Extracted records
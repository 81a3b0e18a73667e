"""Features fitted in groups: neighbours that overlap together, the others subtracted.

Features closer than about one width and a third are fitted as one sum of Gaussians; the
rest of the spectrum is held at its present model and subtracted from the window. Three
sweeps let groups see one another.
"""

from __future__ import annotations

from dataclasses import dataclass

import numpy as np

from .gauss import (
    FWHM_PER_SIGMA, Fit, Windows, first_order_bias, fit_windows, lone_sensitivity, profiles,
    spread_noise,
)
from .veil import REACH as VEIL_REACH

REACH = 1.3  # widths on either side of a window's outer members
CLOSE = 1.8  # features nearer than this many mean widths share a fit
NARROWEST = 0.25  # line widths: interstellar lines of a rotating star
BROAD = 2.5  # line widths beyond which only the core of a feature is fitted
CORE = 0.35  # widths on either side of a core, at least one line width
MOST = 6  # members of a group
SWEEPS = 3
LONGEST = 1500  # samples of a window


@dataclass(frozen=True, eq=False)
class Trace:
    """One segment ready for fitting: vacuum wave, y = 1 - flux/continuum, noise of y,
    usable samples, line width in Angstrom, relative continuum error and veil (broad
    absorption, negative in emission), each (n,), and the noise's autocorrelation."""

    wave: np.ndarray
    y: np.ndarray
    noise: np.ndarray
    good: np.ndarray
    width: np.ndarray
    level_err: np.ndarray
    correlation: np.ndarray
    veil: np.ndarray


@dataclass(frozen=True, eq=False)
class Fitted:
    """Per feature: params (m, 3) a, c, ln s; errors (m, 4) of a, c, FWHM (Angstrom),
    area (Angstrom); group (m,) number; trouble (m,) True where the fit failed or sits on
    a bound; misfit (m,) reduced chi-square of the window; bias (m, 3) of a, FWHM, area, to
    be taken off."""

    params: np.ndarray
    errors: np.ndarray
    group: np.ndarray
    trouble: np.ndarray
    misfit: np.ndarray
    bias: np.ndarray

    def take(self, which) -> Fitted:
        return Fitted(*(getattr(self, n)[which] for n in self.__dataclass_fields__))


def group_features(centre, fwhm, run, alone) -> np.ndarray:
    """Group number of each feature (sorted by wavelength), shape (m,).

    centre, fwhm: Angstrom; run: stretch of each; alone: True for broad sources, whose
    core is fitted by itself. Groups longer than MOST are cut
    at their widest separations.
    """
    m = len(centre)
    if m == 0:
        return np.zeros(0, dtype=int)
    apart = np.diff(centre) / (0.5 * (fwhm[1:] + fwhm[:-1]))
    cut = (apart > CLOSE) | (np.diff(run) != 0) | alone[1:] | alone[:-1]
    edges = np.r_[0, np.flatnonzero(cut) + 1, m]
    stack = [(a, b) for a, b in zip(edges[:-1], edges[1:])]
    group, number = np.zeros(m, dtype=int), 0
    while stack:
        a, b = stack.pop()
        if b - a > MOST:
            middle = apart[a : b - 1] + 0.0
            middle[0] *= 0.5
            middle[-1] *= 0.5
            split = a + 1 + int(np.argmax(middle))
            stack += [(split, b), (a, split)]
            continue
        group[a:b] = number
        number += 1
    return group


def _windows(trace: Trace, first, last, rest):
    """Windows (padded) of the samples from ``first`` to ``last`` (exclusive), (g,);
    rest (n,) is subtracted."""
    p = int((last - first).max())
    index = first[:, None] + np.arange(p)[None, :]
    inside = index < last[:, None]
    index = np.minimum(index, len(trace.wave) - 1)
    inside &= trace.good[index]
    weight = np.where(inside, 1.0 / trace.noise[index], 0.0)
    y = np.where(inside, trace.y[index] - rest[index], 0.0)
    return index, Windows(trace.wave[index], y, weight)


def component_sum(wave, params, reach: float = 5.0) -> np.ndarray:
    """Sum of all components on the samples ``wave`` (n,), each out to ``reach`` sigma."""
    total = np.zeros(len(wave))
    sigma = np.exp(params[:, 2])
    first = np.searchsorted(wave, params[:, 1] - reach * sigma)
    last = np.searchsorted(wave, params[:, 1] + reach * sigma)
    size = np.maximum(last - first, 0)
    for members in _buckets(size):
        p = int(size[members].max(initial=0))
        if p == 0:
            continue
        index = first[members, None] + np.arange(p)[None, :]
        inside = index < last[members, None]
        index = np.minimum(index, len(wave) - 1)
        u = (wave[index] - params[members, 1:2]) / sigma[members, None]
        part = np.where(inside, params[members, 0:1] * np.exp(-0.5 * u * u), 0.0)
        total += np.bincount(index.ravel(), part.ravel(), minlength=len(wave))
    return total


def _buckets(size, most: int = 400_000):
    """Indices of like sizes (within a factor 1.5), at most ``most`` samples each."""
    order = np.argsort(size, kind="stable")
    start = 0
    while start < len(order):
        limit = max(1.5 * size[order[start]], size[order[start]] + 8)
        stop = start + int(np.searchsorted(size[order[start:]], limit, side="right"))
        stop = min(stop, start + max(1, int(most // max(limit, 1))))
        yield order[start:stop]
        start = stop


def fit_features(trace: Trace, start, run_limits, group, own, tick=lambda: None) -> Fitted:
    """Fit all features of a segment.

    start: (m, 3) a, c, ln s sorted by c; run_limits: (m, 2) first and last+1 sample of
    the stretch each lies in; group: (m,) from ``group_features``; own: (m,) True for the
    source of a veil, measured against the bare continuum with the rest of its group; tick:
    called now and then.
    """
    params = start.copy()
    m = len(params)
    errors, misfit, bias = np.full((m, 4), np.nan), np.full(m, np.nan), np.zeros((m, 3))
    trouble = np.zeros(m, dtype=bool)
    if m == 0:
        return Fitted(params, errors, group, trouble, misfit, bias)
    members_of = np.split(np.arange(m), np.flatnonzero(np.diff(group)) + 1)
    sizes = np.array([len(x) for x in members_of])
    alike = [np.array([x for x in members_of if len(x) == n]) for n in np.unique(sizes)]
    for sweep in range(SWEEPS):
        bare, base = backgrounds(trace, params, own)
        fresh = params.copy()
        for rows in alike:
            first, last = _reach(trace, params, rows, run_limits, own)
            for part in _buckets(last - first):
                one = _Batch(trace, rows[part], first[part], last[part], start)
                fit, windows = one.fit(params, bare, base, own[rows[part]].any(axis=1))
                fresh[rows[part]] = fit.params
                tick()
                if sweep == SWEEPS - 1:
                    one.finish(fit, windows, errors, misfit, trouble)
                    bias[rows[part]] = first_order_bias(windows, fit)
        params = fresh
    return Fitted(params, errors, group, trouble, misfit, bias)


def backgrounds(trace, params, own):
    """(all components, all components with the veil under the narrow ones), each (n,)."""
    narrow = component_sum(trace.wave, params[~own])
    source = component_sum(trace.wave, params[own])
    # the veil follows the wings of what is wider than its reach; a Gaussian fitted to the
    # core alone says nothing of them
    broad = own & _broader(trace, params, VEIL_REACH)
    core = component_sum(trace.wave, params[own & ~broad])
    core += component_sum(trace.wave, params[broad], CORE * FWHM_PER_SIGMA)
    veiled = np.where(trace.veil >= 0, np.maximum(trace.veil, core),
                      np.minimum(trace.veil, core))
    return narrow + source, narrow + veiled


def _broader(trace, params, widths: float):
    """True for components wider than ``widths`` line widths, (m,)."""
    at = np.minimum(np.searchsorted(trace.wave, params[:, 1]), len(trace.wave) - 1)
    return FWHM_PER_SIGMA * np.exp(params[:, 2]) > widths * trace.width[at]


def _reach(trace, params, rows, limits, own):
    """First and last+1 sample of each group's window; only the core of broad sources."""
    fwhm = FWHM_PER_SIGMA * np.exp(params[:, 2])
    at = np.minimum(np.searchsorted(trace.wave, params[:, 1]), len(trace.wave) - 1)
    broad = own & _broader(trace, params, BROAD)
    core = np.maximum(CORE * fwhm, trace.width[at])
    half = np.where(broad, core, REACH * fwhm)
    low = (params[:, 1] - half)[rows].min(axis=1)
    high = (params[:, 1] + half)[rows].max(axis=1)
    first = np.maximum(np.searchsorted(trace.wave, low), limits[rows[:, 0], 0])
    last = np.minimum(np.searchsorted(trace.wave, high) + 1, limits[rows[:, 0], 1])
    return first, np.clip(last, first + 4, first + LONGEST)


@dataclass
class _Batch:
    """Groups of one size and like window lengths."""

    trace: Trace
    rows: np.ndarray
    first: np.ndarray
    last: np.ndarray
    start: np.ndarray

    def fit(self, params, bare, base, with_source) -> tuple[Fit, Windows]:
        index, plain = _windows(self.trace, self.first, self.last, bare)
        _, veiled = _windows(self.trace, self.first, self.last, base)
        own = params[self.rows]
        mine, _ = profiles(plain.x, own)
        y = np.where(with_source[:, None], plain.y, veiled.y) + mine
        windows = Windows(plain.x, np.where(plain.weight > 0, y, 0.0), plain.weight)
        low, high = self.bounds()
        return fit_windows(windows, own, low, high), windows

    def bounds(self):
        begin = self.start[self.rows]
        width = np.exp(begin[..., 2]) * FWHM_PER_SIGMA
        narrow = self.trace.width[np.searchsorted(self.trace.wave, begin[..., 1]) - 1]
        low, high = begin.copy(), begin.copy()
        sign = np.sign(begin[..., 0])
        big = 3.0 * np.abs(begin[..., 0]) + 0.05
        low[..., 0] = np.where(sign > 0, 0.0, -big)
        high[..., 0] = np.where(sign > 0, big, 0.0)
        low[..., 1] -= 0.5 * width
        high[..., 1] += 0.5 * width
        low[..., 2] = np.log(np.minimum(NARROWEST * narrow, 0.8 * width) / FWHM_PER_SIGMA)
        high[..., 2] = np.log(np.maximum(1.8 * width, 1.6 * narrow) / FWHM_PER_SIGMA)
        return low, high

    def finish(self, fit, windows, errors, misfit, trouble):
        at = np.minimum(np.searchsorted(self.trace.wave, fit.params[:, 0, 1]),
                        len(self.trace.wave) - 1)
        cov = spread_noise(windows, fit, self.trace.correlation)
        with_level = spread_noise(windows, fit, self.trace.correlation,
                                  self.trace.level_err[at])
        extra = with_level - cov
        scale, reduced = self.misfit_scale(fit, windows)
        cov = cov * scale[:, None, None] + extra
        low, high = self.bounds()
        edge = (np.abs(fit.params - low) < 1e-9) | (np.abs(fit.params - high) < 1e-9)
        for j in range(self.rows.shape[1]):
            errors[self.rows[:, j]] = lone_sensitivity(cov, fit.params, j)
            misfit[self.rows[:, j]] = reduced
            trouble[self.rows[:, j]] = edge[:, j].any(axis=1) | ~fit.converged

    def misfit_scale(self, fit, windows):
        """Variance scale (1 where the model fits) and reduced chi-square, each (g,).

        Errors grow only where chi-square says, beyond three of its own sigmas, that
        the shape is not a sum of Gaussians.
        """
        used = (windows.weight > 0).sum(axis=1)
        length = 1.0 + 2.0 * self.trace.correlation[1:].sum()
        free = np.maximum(used / length - 3.0 * self.rows.shape[1], 1.0)
        reduced = fit.chi2 / np.maximum(free * length, 1.0)
        significant = reduced > 1.0 + 3.0 * np.sqrt(2.0 / free)
        return np.where(significant, reduced, 1.0), reduced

REQUIRED WORK
Extract, please, the lines from the start of the entries above through the one with "from .gauss import", both included, reproducing each exactly and adding nothing.

RESPONSE TO THE TASK
repository 81a3b0e18a73667e
"""Features fitted in groups: neighbours that overlap together, the others subtracted.

Features closer than about one width and a third are fitted as one sum of Gaussians; the
rest of the spectrum is held at its present model and subtracted from the window. Three
sweeps let groups see one another.
"""

from __future__ import annotations

from dataclasses import dataclass

import numpy as np

from .gauss import (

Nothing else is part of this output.